» WHAT YOU NEED TO DO
Produce word for word the lines of the data below running from the one that has "let value = submitted(pairs, &o.name);" to the one that has "option value=(g.name) selected[value", inclusive, and no others.

» INFORMATION SUPPLIED
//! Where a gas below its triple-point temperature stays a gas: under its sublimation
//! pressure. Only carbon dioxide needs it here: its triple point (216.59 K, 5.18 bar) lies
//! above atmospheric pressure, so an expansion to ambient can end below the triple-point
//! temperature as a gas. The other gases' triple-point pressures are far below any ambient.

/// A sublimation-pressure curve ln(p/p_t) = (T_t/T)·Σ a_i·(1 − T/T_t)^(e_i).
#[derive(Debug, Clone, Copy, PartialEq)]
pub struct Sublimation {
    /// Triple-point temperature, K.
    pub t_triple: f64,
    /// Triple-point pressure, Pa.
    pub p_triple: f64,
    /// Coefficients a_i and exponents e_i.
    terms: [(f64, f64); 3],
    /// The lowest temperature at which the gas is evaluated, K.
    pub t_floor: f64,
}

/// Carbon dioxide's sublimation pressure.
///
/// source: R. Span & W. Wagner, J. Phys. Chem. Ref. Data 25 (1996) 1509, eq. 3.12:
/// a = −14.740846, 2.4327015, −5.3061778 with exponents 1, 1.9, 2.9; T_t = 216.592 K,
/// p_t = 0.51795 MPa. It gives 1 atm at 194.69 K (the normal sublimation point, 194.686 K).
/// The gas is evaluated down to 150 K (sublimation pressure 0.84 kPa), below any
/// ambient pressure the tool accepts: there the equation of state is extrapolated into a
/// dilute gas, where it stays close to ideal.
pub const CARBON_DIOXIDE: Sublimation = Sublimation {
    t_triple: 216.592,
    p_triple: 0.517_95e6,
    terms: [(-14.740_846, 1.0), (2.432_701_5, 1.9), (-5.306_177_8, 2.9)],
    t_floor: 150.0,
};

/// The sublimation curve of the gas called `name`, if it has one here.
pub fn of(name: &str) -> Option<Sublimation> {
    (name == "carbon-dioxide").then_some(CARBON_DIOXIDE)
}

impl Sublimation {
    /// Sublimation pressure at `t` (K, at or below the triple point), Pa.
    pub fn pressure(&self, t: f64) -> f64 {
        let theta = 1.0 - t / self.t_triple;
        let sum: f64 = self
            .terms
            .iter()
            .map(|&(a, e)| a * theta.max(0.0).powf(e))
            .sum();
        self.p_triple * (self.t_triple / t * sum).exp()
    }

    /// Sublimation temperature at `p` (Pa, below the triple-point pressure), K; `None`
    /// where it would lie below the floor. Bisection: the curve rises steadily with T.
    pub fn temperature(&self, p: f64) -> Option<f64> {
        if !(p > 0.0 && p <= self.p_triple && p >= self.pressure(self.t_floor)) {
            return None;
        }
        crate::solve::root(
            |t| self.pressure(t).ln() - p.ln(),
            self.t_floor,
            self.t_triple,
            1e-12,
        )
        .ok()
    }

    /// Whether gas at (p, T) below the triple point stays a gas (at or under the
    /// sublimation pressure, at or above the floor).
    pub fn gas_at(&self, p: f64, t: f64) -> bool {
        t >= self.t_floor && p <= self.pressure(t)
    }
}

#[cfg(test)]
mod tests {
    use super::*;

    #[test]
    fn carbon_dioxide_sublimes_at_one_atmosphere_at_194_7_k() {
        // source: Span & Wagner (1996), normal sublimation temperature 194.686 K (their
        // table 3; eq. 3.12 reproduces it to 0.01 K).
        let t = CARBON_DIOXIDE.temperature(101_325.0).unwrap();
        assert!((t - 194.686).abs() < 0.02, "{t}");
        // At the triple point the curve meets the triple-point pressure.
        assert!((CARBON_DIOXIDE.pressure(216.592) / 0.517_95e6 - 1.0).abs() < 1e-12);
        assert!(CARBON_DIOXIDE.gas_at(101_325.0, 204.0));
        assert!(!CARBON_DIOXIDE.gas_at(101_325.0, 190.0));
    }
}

* * *

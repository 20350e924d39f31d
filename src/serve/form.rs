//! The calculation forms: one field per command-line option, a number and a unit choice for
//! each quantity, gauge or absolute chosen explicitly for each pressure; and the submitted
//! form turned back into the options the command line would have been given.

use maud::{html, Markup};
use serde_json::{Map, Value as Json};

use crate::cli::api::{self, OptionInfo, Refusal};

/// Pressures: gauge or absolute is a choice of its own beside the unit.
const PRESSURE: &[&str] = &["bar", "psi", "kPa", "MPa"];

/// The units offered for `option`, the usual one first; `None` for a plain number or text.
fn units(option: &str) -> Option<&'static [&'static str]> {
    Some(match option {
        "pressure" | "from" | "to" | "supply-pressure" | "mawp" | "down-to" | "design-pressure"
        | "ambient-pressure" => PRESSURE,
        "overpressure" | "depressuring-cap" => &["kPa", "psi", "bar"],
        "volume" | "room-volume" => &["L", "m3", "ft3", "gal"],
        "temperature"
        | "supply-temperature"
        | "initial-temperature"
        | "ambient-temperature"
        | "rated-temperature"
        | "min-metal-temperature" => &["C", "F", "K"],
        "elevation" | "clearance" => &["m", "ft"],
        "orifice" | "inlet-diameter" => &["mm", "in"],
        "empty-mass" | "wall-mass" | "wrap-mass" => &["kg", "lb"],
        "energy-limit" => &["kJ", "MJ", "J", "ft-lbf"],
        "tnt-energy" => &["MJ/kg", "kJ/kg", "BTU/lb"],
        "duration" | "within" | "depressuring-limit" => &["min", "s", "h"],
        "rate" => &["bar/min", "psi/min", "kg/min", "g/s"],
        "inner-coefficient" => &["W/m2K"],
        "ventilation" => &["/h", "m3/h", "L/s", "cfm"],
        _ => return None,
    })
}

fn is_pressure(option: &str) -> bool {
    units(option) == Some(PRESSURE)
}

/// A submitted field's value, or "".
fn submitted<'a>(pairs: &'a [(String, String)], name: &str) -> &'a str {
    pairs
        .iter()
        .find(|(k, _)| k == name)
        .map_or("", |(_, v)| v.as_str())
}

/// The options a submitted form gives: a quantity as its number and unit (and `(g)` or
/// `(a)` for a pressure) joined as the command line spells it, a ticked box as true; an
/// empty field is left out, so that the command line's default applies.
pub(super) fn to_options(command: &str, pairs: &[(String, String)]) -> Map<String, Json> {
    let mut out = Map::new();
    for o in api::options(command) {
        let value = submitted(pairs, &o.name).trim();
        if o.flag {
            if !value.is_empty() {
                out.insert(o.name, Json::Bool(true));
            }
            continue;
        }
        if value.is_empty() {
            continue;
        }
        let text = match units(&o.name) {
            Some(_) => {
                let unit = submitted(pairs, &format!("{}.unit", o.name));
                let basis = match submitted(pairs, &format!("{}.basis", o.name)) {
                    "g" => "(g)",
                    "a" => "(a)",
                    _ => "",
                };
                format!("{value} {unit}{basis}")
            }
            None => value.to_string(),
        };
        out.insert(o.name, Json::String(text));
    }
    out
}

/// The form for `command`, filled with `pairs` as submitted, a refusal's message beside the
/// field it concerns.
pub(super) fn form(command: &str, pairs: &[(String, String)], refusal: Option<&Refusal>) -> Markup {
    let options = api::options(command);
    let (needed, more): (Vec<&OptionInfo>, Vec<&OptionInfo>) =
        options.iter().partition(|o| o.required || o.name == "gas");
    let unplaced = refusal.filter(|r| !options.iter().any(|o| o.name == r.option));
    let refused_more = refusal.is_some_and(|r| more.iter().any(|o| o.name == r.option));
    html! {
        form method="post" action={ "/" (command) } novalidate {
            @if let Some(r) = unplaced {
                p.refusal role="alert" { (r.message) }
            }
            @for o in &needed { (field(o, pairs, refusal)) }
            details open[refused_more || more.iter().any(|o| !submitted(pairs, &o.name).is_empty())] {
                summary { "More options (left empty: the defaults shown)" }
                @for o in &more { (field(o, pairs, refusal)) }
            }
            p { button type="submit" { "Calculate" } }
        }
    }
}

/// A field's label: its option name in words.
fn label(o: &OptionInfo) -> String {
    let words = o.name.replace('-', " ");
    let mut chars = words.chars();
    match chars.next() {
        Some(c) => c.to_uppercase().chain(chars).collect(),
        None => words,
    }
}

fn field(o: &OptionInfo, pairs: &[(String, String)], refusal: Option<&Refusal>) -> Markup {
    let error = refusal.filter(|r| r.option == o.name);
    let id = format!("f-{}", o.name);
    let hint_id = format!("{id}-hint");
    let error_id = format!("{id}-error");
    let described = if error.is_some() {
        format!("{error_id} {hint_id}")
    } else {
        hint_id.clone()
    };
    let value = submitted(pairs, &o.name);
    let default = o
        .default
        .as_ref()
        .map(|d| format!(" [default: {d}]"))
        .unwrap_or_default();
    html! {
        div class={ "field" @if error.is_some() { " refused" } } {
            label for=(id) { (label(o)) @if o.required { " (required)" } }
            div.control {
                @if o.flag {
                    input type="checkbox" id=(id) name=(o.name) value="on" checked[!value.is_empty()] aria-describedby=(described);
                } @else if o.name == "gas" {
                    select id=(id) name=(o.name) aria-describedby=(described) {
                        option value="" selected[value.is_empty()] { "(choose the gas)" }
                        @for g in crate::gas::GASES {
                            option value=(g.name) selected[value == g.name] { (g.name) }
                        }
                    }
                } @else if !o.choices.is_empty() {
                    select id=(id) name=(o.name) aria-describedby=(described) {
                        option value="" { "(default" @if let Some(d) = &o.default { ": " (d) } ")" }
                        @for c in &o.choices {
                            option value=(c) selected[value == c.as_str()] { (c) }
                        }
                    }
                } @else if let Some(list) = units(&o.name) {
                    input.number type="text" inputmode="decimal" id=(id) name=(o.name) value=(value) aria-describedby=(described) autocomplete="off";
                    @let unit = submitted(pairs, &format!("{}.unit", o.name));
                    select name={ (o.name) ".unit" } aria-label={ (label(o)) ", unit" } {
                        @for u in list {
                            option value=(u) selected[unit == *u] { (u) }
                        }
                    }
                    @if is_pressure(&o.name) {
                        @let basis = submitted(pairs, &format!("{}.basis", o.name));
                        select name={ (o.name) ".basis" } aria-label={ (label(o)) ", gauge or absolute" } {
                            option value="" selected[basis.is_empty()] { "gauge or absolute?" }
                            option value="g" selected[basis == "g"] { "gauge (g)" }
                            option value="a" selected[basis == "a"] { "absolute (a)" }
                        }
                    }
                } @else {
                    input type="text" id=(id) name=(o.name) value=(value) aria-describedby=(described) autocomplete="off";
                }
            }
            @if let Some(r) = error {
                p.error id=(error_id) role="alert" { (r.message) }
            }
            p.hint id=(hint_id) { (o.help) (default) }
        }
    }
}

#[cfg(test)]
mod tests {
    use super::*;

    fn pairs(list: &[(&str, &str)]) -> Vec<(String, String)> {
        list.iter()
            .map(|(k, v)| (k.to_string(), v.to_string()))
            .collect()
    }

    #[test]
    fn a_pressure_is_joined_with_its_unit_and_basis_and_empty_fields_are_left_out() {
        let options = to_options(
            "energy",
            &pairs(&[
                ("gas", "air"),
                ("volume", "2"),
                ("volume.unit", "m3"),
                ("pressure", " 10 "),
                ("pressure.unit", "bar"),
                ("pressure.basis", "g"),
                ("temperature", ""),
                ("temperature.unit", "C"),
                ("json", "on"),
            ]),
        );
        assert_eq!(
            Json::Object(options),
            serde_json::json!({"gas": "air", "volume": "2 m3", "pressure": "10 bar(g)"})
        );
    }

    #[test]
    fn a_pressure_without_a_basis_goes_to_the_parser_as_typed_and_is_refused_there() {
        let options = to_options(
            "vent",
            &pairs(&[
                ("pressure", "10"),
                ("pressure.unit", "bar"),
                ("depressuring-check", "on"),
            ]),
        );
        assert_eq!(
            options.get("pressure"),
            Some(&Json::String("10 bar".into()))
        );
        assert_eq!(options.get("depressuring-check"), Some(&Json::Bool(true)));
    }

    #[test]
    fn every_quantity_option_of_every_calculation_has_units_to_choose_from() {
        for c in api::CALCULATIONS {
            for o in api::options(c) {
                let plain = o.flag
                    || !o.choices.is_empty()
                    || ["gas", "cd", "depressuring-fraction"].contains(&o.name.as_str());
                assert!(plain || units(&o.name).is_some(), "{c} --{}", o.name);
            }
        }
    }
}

» YOUR RESPONSE
    let value = submitted(pairs, &o.name);
    let default = o
        .default
        .as_ref()
        .map(|d| format!(" [default: {d}]"))
        .unwrap_or_default();
    html! {
        div class={ "field" @if error.is_some() { " refused" } } {
            label for=(id) { (label(o)) @if o.required { " (required)" } }
            div.control {
                @if o.flag {
                    input type="checkbox" id=(id) name=(o.name) value="on" checked[!value.is_empty()] aria-describedby=(described);
                } @else if o.name == "gas" {
                    select id=(id) name=(o.name) aria-describedby=(described) {
                        option value="" selected[value.is_empty()] { "(choose the gas)" }
                        @for g in crate::gas::GASES {
                            option value=(g.name) selected[value == g.name] { (g.name) }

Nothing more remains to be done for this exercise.